What you should do:
Every entry must be duplicated word for word.

[Opening Information provided section]

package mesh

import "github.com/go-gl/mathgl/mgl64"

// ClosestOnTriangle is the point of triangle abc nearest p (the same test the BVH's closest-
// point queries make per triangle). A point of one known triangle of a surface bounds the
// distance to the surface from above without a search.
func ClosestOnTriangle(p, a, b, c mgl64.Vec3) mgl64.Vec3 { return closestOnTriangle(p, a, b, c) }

[Closing Information provided section]

Answer area:
package mesh

import "github.com/go-gl/mathgl/mgl64"

// ClosestOnTriangle is the point of triangle abc nearest p (the same test the BVH's closest-
// point queries make per triangle). A point of one known triangle of a surface bounds the
// distance to the surface from above without a search.
func ClosestOnTriangle(p, a, b, c mgl64.Vec3) mgl64.Vec3 { return closestOnTriangle(p, a, b, c) }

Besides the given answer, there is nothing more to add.